Copy out, from the entries below, each line that holds the string "rglob".

[Stored data entries]
....

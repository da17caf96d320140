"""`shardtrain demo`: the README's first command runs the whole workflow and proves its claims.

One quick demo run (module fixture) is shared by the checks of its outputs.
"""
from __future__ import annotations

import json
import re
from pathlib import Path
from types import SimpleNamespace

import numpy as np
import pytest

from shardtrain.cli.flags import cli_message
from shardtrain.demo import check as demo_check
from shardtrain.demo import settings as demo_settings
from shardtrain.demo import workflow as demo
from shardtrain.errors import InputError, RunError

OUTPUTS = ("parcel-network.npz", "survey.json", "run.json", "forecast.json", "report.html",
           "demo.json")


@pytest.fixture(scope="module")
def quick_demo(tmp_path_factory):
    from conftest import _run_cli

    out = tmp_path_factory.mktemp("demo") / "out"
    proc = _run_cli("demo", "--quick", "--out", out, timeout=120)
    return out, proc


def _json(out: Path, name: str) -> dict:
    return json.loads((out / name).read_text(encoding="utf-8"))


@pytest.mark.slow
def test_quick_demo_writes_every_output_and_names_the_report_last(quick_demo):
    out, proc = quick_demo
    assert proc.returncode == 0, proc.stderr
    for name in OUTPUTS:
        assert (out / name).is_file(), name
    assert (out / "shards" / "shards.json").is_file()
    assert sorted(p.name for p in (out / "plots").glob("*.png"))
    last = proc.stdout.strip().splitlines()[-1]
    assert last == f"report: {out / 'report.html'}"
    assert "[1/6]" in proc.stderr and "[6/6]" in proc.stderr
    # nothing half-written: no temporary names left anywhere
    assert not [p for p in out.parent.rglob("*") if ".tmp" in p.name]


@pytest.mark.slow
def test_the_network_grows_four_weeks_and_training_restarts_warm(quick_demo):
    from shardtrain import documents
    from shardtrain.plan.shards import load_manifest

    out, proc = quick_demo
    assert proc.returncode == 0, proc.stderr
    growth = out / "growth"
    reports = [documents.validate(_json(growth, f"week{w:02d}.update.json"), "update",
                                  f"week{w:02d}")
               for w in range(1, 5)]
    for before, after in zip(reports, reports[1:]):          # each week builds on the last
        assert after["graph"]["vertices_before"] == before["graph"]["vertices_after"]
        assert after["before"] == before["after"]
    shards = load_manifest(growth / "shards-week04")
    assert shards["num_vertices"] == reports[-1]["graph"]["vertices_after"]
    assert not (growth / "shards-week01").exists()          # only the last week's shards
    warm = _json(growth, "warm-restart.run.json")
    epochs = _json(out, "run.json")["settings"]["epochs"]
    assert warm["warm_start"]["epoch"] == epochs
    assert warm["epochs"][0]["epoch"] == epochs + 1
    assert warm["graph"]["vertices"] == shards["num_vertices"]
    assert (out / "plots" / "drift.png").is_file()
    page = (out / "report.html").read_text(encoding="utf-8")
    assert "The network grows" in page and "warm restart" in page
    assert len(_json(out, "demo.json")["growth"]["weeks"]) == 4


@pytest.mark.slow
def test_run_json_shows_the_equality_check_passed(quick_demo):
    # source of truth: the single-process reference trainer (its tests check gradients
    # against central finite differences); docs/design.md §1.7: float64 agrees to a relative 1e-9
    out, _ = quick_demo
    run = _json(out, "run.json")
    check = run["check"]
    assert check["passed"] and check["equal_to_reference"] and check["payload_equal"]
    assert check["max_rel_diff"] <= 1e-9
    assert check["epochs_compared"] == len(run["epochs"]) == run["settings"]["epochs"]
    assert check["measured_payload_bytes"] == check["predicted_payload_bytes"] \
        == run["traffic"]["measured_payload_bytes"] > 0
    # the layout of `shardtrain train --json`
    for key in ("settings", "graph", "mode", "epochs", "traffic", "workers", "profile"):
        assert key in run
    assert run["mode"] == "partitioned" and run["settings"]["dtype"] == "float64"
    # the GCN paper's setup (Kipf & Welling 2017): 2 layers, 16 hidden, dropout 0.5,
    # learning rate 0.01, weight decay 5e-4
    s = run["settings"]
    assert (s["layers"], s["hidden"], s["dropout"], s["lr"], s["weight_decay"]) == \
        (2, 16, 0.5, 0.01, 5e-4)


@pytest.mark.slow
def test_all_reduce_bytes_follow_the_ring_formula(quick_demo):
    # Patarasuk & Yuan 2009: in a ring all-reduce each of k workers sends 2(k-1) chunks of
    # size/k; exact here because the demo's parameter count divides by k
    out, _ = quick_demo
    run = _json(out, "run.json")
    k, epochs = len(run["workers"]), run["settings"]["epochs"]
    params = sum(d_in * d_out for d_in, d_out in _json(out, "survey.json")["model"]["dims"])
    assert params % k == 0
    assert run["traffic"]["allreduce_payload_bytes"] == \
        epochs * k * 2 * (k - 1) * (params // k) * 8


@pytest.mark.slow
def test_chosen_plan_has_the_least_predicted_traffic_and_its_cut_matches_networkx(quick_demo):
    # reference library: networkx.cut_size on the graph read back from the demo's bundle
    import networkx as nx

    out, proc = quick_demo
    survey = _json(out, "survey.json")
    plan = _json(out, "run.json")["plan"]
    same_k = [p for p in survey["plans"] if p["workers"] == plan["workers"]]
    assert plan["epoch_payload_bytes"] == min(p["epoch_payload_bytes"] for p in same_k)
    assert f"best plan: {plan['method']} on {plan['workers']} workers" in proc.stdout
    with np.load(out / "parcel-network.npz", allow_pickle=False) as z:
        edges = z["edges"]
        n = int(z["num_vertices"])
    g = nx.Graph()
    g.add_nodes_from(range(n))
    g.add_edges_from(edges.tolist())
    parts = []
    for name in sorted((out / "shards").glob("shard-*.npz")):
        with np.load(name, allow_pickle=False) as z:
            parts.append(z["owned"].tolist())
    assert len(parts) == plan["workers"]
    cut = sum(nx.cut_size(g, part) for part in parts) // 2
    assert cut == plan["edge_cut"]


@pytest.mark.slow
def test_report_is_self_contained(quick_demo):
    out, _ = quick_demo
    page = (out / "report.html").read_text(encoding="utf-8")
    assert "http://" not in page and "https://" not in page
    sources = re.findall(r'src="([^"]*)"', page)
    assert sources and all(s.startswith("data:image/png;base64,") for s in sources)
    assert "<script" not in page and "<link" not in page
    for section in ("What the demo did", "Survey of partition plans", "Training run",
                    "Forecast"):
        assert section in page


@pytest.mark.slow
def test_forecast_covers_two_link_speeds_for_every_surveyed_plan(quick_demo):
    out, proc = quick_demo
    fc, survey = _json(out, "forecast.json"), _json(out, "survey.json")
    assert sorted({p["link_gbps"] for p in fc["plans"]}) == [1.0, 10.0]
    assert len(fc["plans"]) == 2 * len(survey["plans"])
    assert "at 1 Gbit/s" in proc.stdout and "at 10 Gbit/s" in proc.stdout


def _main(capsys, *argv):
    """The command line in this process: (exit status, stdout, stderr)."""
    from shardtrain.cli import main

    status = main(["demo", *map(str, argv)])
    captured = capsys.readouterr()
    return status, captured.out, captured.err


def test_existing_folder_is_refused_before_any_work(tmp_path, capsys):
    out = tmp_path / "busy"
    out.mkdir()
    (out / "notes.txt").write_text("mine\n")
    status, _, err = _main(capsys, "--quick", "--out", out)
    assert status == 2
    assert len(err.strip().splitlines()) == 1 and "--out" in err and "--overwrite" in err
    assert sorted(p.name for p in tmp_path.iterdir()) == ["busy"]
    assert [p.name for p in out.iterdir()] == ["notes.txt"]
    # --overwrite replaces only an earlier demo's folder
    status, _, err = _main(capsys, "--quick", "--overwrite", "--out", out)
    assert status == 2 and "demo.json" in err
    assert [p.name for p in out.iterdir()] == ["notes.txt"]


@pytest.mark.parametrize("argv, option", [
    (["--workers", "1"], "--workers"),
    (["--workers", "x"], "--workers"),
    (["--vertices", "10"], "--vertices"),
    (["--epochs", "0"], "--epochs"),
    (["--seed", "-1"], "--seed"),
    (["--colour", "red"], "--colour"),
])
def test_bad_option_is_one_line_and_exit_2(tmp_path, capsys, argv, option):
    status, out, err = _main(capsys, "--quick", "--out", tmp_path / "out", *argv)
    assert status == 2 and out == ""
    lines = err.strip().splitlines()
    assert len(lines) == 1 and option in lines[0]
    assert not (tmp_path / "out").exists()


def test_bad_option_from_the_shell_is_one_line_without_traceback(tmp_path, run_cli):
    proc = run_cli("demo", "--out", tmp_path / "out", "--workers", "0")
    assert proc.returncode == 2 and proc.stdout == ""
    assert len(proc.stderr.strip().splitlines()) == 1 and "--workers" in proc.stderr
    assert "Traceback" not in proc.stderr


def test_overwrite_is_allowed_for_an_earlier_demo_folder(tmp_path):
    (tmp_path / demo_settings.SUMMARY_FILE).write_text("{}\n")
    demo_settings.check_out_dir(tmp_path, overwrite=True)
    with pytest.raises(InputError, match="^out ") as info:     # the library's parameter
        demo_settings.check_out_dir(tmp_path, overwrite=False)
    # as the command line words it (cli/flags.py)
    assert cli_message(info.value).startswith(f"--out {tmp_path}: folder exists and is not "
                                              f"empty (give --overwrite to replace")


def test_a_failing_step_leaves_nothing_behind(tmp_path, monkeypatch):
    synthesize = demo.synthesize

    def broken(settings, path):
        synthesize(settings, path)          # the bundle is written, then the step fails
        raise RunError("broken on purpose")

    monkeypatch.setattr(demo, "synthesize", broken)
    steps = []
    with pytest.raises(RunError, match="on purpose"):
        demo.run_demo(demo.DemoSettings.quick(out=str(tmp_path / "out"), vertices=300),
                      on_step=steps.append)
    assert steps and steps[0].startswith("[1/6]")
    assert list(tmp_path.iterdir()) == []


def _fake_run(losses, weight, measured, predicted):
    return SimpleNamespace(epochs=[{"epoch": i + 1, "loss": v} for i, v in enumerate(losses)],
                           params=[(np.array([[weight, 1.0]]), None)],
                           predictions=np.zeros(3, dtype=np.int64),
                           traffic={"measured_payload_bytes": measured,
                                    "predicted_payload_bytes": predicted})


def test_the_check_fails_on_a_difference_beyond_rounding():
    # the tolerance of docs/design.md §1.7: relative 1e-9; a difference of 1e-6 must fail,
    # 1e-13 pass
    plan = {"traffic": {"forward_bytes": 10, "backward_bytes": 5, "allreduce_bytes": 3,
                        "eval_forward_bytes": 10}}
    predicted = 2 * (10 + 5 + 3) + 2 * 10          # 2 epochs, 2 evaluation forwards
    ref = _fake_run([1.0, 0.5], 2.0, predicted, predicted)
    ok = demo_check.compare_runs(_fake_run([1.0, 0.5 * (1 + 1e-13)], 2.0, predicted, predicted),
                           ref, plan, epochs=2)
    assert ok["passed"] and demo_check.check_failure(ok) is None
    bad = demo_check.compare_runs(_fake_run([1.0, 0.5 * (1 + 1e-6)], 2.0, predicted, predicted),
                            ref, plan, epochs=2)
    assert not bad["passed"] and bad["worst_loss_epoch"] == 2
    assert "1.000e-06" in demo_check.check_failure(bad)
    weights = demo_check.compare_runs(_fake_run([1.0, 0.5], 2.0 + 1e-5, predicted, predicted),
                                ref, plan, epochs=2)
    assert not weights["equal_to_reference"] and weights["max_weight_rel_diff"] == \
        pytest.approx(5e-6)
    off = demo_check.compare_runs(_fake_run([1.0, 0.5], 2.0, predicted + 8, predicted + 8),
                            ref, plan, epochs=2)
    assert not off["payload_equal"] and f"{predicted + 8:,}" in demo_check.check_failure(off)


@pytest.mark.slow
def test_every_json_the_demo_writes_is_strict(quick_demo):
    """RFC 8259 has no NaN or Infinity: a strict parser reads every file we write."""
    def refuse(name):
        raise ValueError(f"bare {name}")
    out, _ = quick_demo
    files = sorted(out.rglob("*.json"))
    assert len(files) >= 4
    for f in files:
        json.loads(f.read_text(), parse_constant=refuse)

....

- ANSWER BOX:
    assert not [p for p in out.parent.rglob("*") if ".tmp" in p.name]
    files = sorted(out.rglob("*.json"))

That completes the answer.